LMNP genes were identified by a genome-wide RNA-sequencing study as described in Margineanu et al.11. RNA sequencing was performed on RNA isolated from cultured cortical neurons 1 h/6 h after the addition of l-lactate to cell culture media. The expression level of each protein-coding gene was calculated via fragments per kilobase of exon per million mapped fragments (fpkm)11. In this study, we collected LMNP genes that were differently expressed (p < 0.05) after 1 h and 6 h of lactate treatment11and then combined these gene sets (1 h and 6 h) into one list following their definition.

We converted all alias genes into official gene symbols using a python script to compile an accurate gene list and to avoid duplication. We obtained mouse genomic nucleotide accession versions and ID numbers for the all genes from NCBI-nucleotide database and NCBI-gene database, respectively. We extracted amino acid sequences of M. musculus for memory and LMNP-related genes from the nucleotide database.
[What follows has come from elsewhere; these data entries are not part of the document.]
/**
 * One plant as its owner and the nursery see it, in a scope (a gardener's own, or all for staff),
 * with its stage and next step from `plantStatus`. Lists of plants, with filters, sorting and
 * counts over the stored stage and next step, are the nursery table's (src/lib/server/plant-table). A gardener asking for a
 * plant that is not theirs gets the same 404 as for one that does not exist.
 */
import { eq } from 'drizzle-orm';
import type { Cultivar, FeedingSettings } from '../../care';
import { plants } from '../db/schema';
import { UserFacingError } from '../errors';
import type { AnyDb } from '../secrets';
import { plantFilters, plantsRepository, type PlantListRow, type PlantScope } from './repository';
import { plantStatus, type PlantStatus } from './status';

export type { PlantScope };

/** Staff and the owner see every plant; a gardener only their own. */
export const scopeFor = (user: { id: number; role: string }): PlantScope => (user.role === 'gardener' ? { kind: 'gardener', gardenerId: user.id } : { kind: 'all' });

export interface PlantsDeps {
	db: AnyDb;
	cultivarById: (id: number) => Promise<{ cultivar: Cultivar } | undefined>;
	feeding: () => Promise<FeedingSettings>;
}

export interface PlantView extends PlantStatus {
	id: number;
	saleId: number | null;
	cultivar: { slug: string; name: string };
	soldOn: string;
	claimed: boolean;
	plantedOn: string | null;
	climate: string | null;
	units: 'metric' | 'imperial' | null;
	/** Only in the nursery's view (scope "all"): who claimed it. */
	gardener?: { id: number; name: string } | null;
}

export function createPlantsService({ db, cultivarById, feeding }: PlantsDeps) {
	const repo = plantsRepository(db);

	async function views(rows: PlantListRow[], scope: PlantScope, today: string): Promise<PlantView[]> {
		const settings = await feeding();
		const cultivarCache = new Map<number, Promise<{ cultivar: Cultivar } | undefined>>();
		return Promise.all(
			rows.map(async (r) => {
				if (!cultivarCache.has(r.cultivarId)) cultivarCache.set(r.cultivarId, cultivarById(r.cultivarId));
				const stored = await cultivarCache.get(r.cultivarId);
				const status = stored
					? plantStatus(
							{ cultivar: stored.cultivar, plantedOn: r.plantedOn, ageAtPlantingWeeks: r.ageAtPlantingWeeks, monthlyMeanC: r.customMonthlyMeanC ?? r.profileMeans, units: r.units ?? 'metric' },
							settings,
							today
						)
					: { stage: null, nextStep: null };
				return {
					id: r.id,
					saleId: r.saleId,
					cultivar: { slug: r.cultivarSlug, name: r.cultivarName },
					soldOn: r.soldOn,
					claimed: r.claimedAt !== null,
					plantedOn: r.plantedOn,
					climate: r.customMonthlyMeanC ? 'own monthly means' : r.climateName,
					units: r.units,
					...status,
					...(scope.kind === 'all' ? { gardener: r.gardenerId !== null ? { id: r.gardenerId, name: r.gardenerName ?? '' } : null } : {})
				};
			})
		);
	}

	return {
		/**
		 * A page of plants in a scope with their status, for "My plants". The nursery's table and
		 * the API list through the plant table's service instead (filters, sort, stored stages).
		 */
		async page(scope: PlantScope, query: { page: number; size: number }, today: string) {
			const where = plantFilters(scope);
			const total = await repo.count(where);
			// A page past the end shows the last page rather than an empty list.
			const page = Math.min(query.page, Math.max(1, Math.ceil(total / query.size)));
			const rows = await repo.page(where, query.size, (page - 1) * query.size);
			return { plants: await views(rows, scope, today), total, page, size: query.size };
		},

		/** One plant in a scope; 404 when it is missing or belongs to someone else. */
		async one(scope: PlantScope, id: number, today: string): Promise<PlantView> {
			const row = await repo.one([...plantFilters(scope), eq(plants.id, id)]);
			if (!row) throw new UserFacingError('id', 'No such plant', 404);
			return (await views([row], scope, today))[0];
		}
	};
}

export type PlantsService = ReturnType<typeof createPlantsService>;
For the control, we downloaded the Mus musculus proteome from Refseq. We removed all isoforms by selecting the smallest accession number for a protein and we used an alias name for some LMNP proteins (cml1, Lppr5, Diap2, Mfsd4, Pvrl2, and Rp2h) as the sequences were not available using the symbol names.

Orthologous group identification for memory and LMNP proteins

To detect orthologues, we used the eggNOG (evolutionary genealogy of groups: Non-supervised Orthologous Groups) database version 4.5.143 and the Eggnog mapper tool version 144. We downloaded all 335 memory and 386 LMNP amino acid sequences. The mapping mode was adjusted by default setting (Hmmer). We selected the eukaryotes taxonomic scope to search for mouse memory and LMNP related proteins. We selected all orthologs from the orthologous option, and selected the non-electronic term for the gene ontology evidence.
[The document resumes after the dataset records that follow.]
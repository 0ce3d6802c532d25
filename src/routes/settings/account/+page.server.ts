import { changePasswordSchema } from '$lib/schema/auth';
import { accounts } from '$lib/server/accounts/service';
import { requireUser } from '$lib/server/auth';
import { runForm } from '$lib/server/forms';
import type { Actions, PageServerLoad } from './$types';

export const load: PageServerLoad = (event) => {
	const me = requireUser(event);
	return { account: { name: me.name, email: me.email } };
};

export const actions: Actions = {
	password: async (event) => {
		const me = requireUser(event);
		const sessionId = event.locals.session!.id;
		const { failure } = await runForm(event.request, changePasswordSchema, (d) =>
			accounts.changePassword(d, { id: me.id, sessionId }, event.getClientAddress())
		);
		return failure ?? { passwordChanged: true };
	}
};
For the control, the mapping mode adjusted by default setting (Diamond) as hmmer mode did not accept a large number of sequences. We selected and analyzed all proteins that contain one euNOG (eukaryotes) orthologous cluster and excluded those contain more than one orthologous cluster. We wrote a Perl script to detect orthologous proteins among species. Some files were essential for running the script; the first file (euNOG.members.txt.gz) contained eukaryotes non-supervised orthologous groups (euNOG) that were downloaded from eggnog version 3 (http://eggnog.embl.de/version_3.0/downloads.html), and the second file contained the species names and IDs (http://eggnogdb.embl.de/download/latest/eggnog4.core_ species_list.txt).

Gene gain and loss

We identified the gene gain and the gene loss by count45. We used the default parameters for the analysis and analyzed the family history based on the Dollo parsimony.
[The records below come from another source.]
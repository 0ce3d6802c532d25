import { parse } from 'csv-parse/sync';
import { beforeAll, describe, expect, it } from 'vitest';
import { TABLE_ROW_LIMIT } from '../../../src/lib/schema/plant-table';
import { makePlantTableService } from '../../../src/lib/server/plant-table/service';
import { plantTableRepository } from '../../../src/lib/server/plant-table/repository';
import { GET as listPlants } from '../../../src/routes/api/v1/plants/+server';
import { GET as exportPlants } from '../../../src/routes/api/v1/plants.csv/+server';
import { insertPlants, testCultivar, testMarketDay, testUser } from '../../helpers/plant-rows';

type User = { id: number; role: 'owner' | 'staff' | 'gardener'; name: string };
type Handler = (event: never) => Response | Promise<Response>;

function call(handler: Handler, path: string, user: User | null): Promise<Response> {
	const url = new URL(path, 'http://bunchline.test');
	return Promise.resolve(handler({ request: new Request(url), url, locals: { user, session: null } } as never));
}

async function list(query: string, user: User) {
	const res = await call(listPlants, `/api/v1/plants?${query}`, user);
	expect(res.status, await res.clone().text()).toBe(200);
	return res.json();
}

async function issues(res: Response) {
	expect(res.status).toBe(400);
	const body = await res.json();
	return body.error.issues.map((i: { path: string[] }) => i.path.join('.'));
}

let staff: User;
let gardener: User;
let otherGardener: User;
let cultivar: { id: number; slug: string };
let other: { id: number; slug: string };
let marketId: number;
let ids: Record<string, number>;

beforeAll(async () => {
	[staff, gardener, otherGardener] = await Promise.all([testUser('staff'), testUser('gardener', 'Pim Tester'), testUser('gardener', '=HYPERLINK("http://x")')]);
	[cultivar, other] = await Promise.all([testCultivar('Table Test Nain'), testCultivar('Other Test Lady')]);
	marketId = (await testMarketDay('2026-03-07')).id;
	const rows = await insertPlants([
		{ cultivarId: cultivar.id, soldOn: '2026-03-07', marketDayId: marketId, gardenerId: gardener.id, stage: 'growing-leaves', nextStepOn: '2020-01-10', nextStepKind: 'feeding', ageAtSaleWeeks: 10 },
		{ cultivarId: cultivar.id, soldOn: '2026-03-07', marketDayId: marketId, gardenerId: otherGardener.id, stage: 'flowering', nextStepOn: '2099-02-01', nextStepKind: 'bud-removal', lastMilestoneOn: '2026-09-01', lastMilestoneKind: 'shooting', ageAtSaleWeeks: 30 },
		{ cultivarId: cultivar.id, soldOn: '2026-02-01', gardenerId: gardener.id, stage: 'growing-leaves', nextStepOn: '2099-01-01', nextStepKind: 'feeding', ageAtSaleWeeks: 20 },
		{ cultivarId: cultivar.id, soldOn: '2026-01-15', ageAtSaleWeeks: 8 },
		{ cultivarId: other.id, soldOn: '2026-03-07', marketDayId: marketId, gardenerId: gardener.id, stage: 'growing-leaves', nextStepOn: '2099-03-01', nextStepKind: 'feeding' }
	]);
	ids = { overdue: rows[0].id, flowering: rows[1].id, later: rows[2].id, unclaimed: rows[3].id, otherCultivar: rows[4].id };
});

const idsOf = (body: { plants: { id: number }[] }) => body.plants.map((p) => p.id);

describe('GET /api/v1/plants for staff', () => {
	it('filters by cultivar and sorts by next step, empty dates last, with an exact total', async () => {
		const body = await list(`cultivar=${cultivar.slug}`, staff);
		expect(idsOf(body)).toEqual([ids.overdue, ids.later, ids.flowering, ids.unclaimed]);
		expect(body).toMatchObject({ total: 4, totalExact: true, page: 1, perPage: 25, pages: 1 });
		expect(body.plants[1]).toMatchObject({ href: `/plants/${ids.later}`, cultivar: { slug: cultivar.slug, name: 'Table Test Nain' }, claimed: true, gardener: 'Pim Tester', stage: 'growing-leaves' });
		expect(body.plants[3]).toMatchObject({ claimed: false, gardener: null, nextStep: null, marketDay: null });
	});

	it('filters by stage, market day, claimed and overdue', async () => {
		expect(idsOf(await list(`cultivar=${cultivar.slug}&stage=flowering`, staff))).toEqual([ids.flowering]);
		expect(idsOf(await list(`market=${marketId}`, staff)).sort()).toEqual([ids.overdue, ids.flowering, ids.otherCultivar].sort());
		expect(idsOf(await list(`cultivar=${cultivar.slug}&claimed=no`, staff))).toEqual([ids.unclaimed]);
		expect(idsOf(await list(`cultivar=${cultivar.slug}&claimed=yes`, staff))).toEqual([ids.overdue, ids.later, ids.flowering]);
		const overdue = await list(`cultivar=${cultivar.slug}&overdue=yes`, staff);
		expect(idsOf(overdue)).toEqual([ids.overdue]);
		expect(overdue.plants[0].nextStep).toEqual({ kind: 'feeding', on: '2020-01-10', overdue: true });
		expect(idsOf(await list(`cultivar=${cultivar.slug}&overdue=no`, staff))).toEqual([ids.later, ids.flowering, ids.unclaimed]);
	});

	it('sorts by sale day, age and last milestone, both ways', async () => {
		expect(idsOf(await list(`cultivar=${cultivar.slug}&sort=soldOn&order=desc`, staff))).toEqual([ids.flowering, ids.overdue, ids.later, ids.unclaimed]);
		// Oldest first: the largest age at sale and the earliest start.
		expect(idsOf(await list(`cultivar=${cultivar.slug}&sort=age&order=desc`, staff))[0]).toBe(ids.flowering);
		// Youngest first: 10 weeks old on 7 March beats 8 weeks old on 15 January.
		expect(idsOf(await list(`cultivar=${cultivar.slug}&sort=age`, staff))).toEqual([ids.overdue, ids.unclaimed, ids.later, ids.flowering]);
		expect(idsOf(await list(`cultivar=${cultivar.slug}&sort=lastMilestone`, staff))[0]).toBe(ids.flowering);
	});

	it('pages through with a total that covers every page', async () => {
		const first = await list(`cultivar=${cultivar.slug}&perPage=10&sort=soldOn`, staff);
		expect(first).toMatchObject({ total: 4, pages: 1 });
		const second = await list(`cultivar=${cultivar.slug}&perPage=10&page=2`, staff);
		expect(second.plants).toEqual([]);
		expect(second.total).toBe(4);
	});
});

describe('GET /api/v1/plants for a gardener', () => {
	it("shows only the gardener's own plants, whatever the filters ask", async () => {
		const body = await list('', gardener);
		expect(idsOf(body).sort()).toEqual([ids.overdue, ids.later, ids.otherCultivar].sort());
		expect(body.total).toBe(3);
		expect(idsOf(await list(`cultivar=${cultivar.slug}&stage=flowering`, gardener))).toEqual([]);
	});

	it('may not export the nursery CSV', async () => {
		const res = await call(exportPlants, '/api/v1/plants.csv', gardener);
		expect(res.status).toBe(403);
		expect((await res.json()).error.message).toBeTruthy();
	});
});

describe('refusals', () => {
	it('signed out: 401 in the API error shape', async () => {
		const res = await call(listPlants, '/api/v1/plants', null);
		expect(res.status).toBe(401);
		expect((await res.json()).error).toMatchObject({ issues: [] });
	});

	it('names each bad field', async () => {
		expect(await issues(await call(listPlants, '/api/v1/plants?stage=ripe-ish&perPage=5&sort=price&order=up&claimed=maybe', staff))).toEqual([
			'stage',
			'claimed',
			'sort',
			'order',
			'perPage'
		]);
		expect(await issues(await call(listPlants, '/api/v1/plants?cultivar=no-such-banana', staff))).toEqual(['cultivar']);
		expect(await issues(await call(listPlants, '/api/v1/plants?market=999999999', staff))).toEqual(['market']);
		expect(await issues(await call(listPlants, `/api/v1/plants?page=${TABLE_ROW_LIMIT}&perPage=100`, staff))).toEqual(['page']);
		expect(await issues(await call(exportPlants, '/api/v1/plants.csv?overdue=later', staff))).toEqual(['overdue']);
	});
});

describe('GET /api/v1/plants.csv', () => {
	it('streams every matching plant in the sort order, formulas neutralised', async () => {
		const res = await call(exportPlants, `/api/v1/plants.csv?cultivar=${cultivar.slug}&claimed=yes&sort=soldOn&page=1`, staff);
		expect(res.status).toBe(200);
		expect(res.headers.get('content-type')).toBe('text/csv; charset=utf-8');
		expect(res.headers.get('content-disposition')).toMatch(/^attachment; filename="bunchline-plants-\d{4}-\d{2}-\d{2}\.csv"$/);
		const text = await res.text();
		expect(text.endsWith('\r\n')).toBe(true);
		const [header, ...rows] = parse(text) as string[][];
		expect(header.slice(0, 4)).toEqual(['plant', 'cultivar', 'gardener', 'claimed']);
		expect(rows.map((r) => Number(r[0]))).toEqual([ids.later, ids.overdue, ids.flowering]);
		const flowering = rows.find((r) => Number(r[0]) === ids.flowering)!;
		// OWASP CSV injection: a cell starting with = is prefixed so a spreadsheet shows it as text.
		expect(flowering[2]).toBe(`'=HYPERLINK("http://x")`);
	});
});

describe('the total', () => {
	it('is exact up to the limit and the estimate beyond it, never below what was counted', async () => {
		const stubbed = makePlantTableService({
			repository: { ...plantTableRepository, page: async () => [], countUpTo: async (_w, cap) => cap, estimate: async () => 12_345_678 },
			today: async () => '2026-06-01'
		});
		const page = await stubbed.list({ sort: 'nextStep', order: 'asc', page: 1, perPage: 25 }, staff);
		expect(page).toMatchObject({ total: 12_345_678, totalExact: false, pages: TABLE_ROW_LIMIT / 25 });
		const low = makePlantTableService({
			repository: { ...plantTableRepository, page: async () => [], countUpTo: async (_w, cap) => cap, estimate: async () => 3 },
			today: async () => '2026-06-01'
		});
		expect((await low.list({ sort: 'nextStep', order: 'asc', page: 1, perPage: 25 }, staff)).total).toBe(TABLE_ROW_LIMIT + 1);
	});
});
Functional classification analysis

We conducted functional classification using the PANTHER functional classification system37. We tested the functional classification of the orthologous proteins in all examined species using mouse proteins as reference.

Statistical analysis

We studied the evolutionary changes of the functional categories of the orthologues of memory and LMNP proteins between species-possess memory (or LTM) such as (Homo sapiens, Mus musclus, Gallus gallus and Danio rerio, Ciona intestinalis, and Drosophila melanogaster) vs. species-lacking memory (or LTM), including (Trichoplax adhaerens, Amphimedon queenslandica, Monosiga brevicollis, and Saccharomyces cerevisiae). We excluded Nematostella from the analysis as it is unknown whether or not it possesses memory. We conducted a Welch’s t-test, applying two-tailed with unequal variance. We applied multiple testing corrections using the Benjamini–Hochberg procedure, and p values < 0.05 were considered significant in all analyses.

We calculated the correlation coefficient of the gene gain pattens of the orthologous gene (i.e., a set of absolute numbers of gene gain at each node) of the memory-related genes vs the reference and LMNP-related genes vs the reference using Microsoft Office Excel software.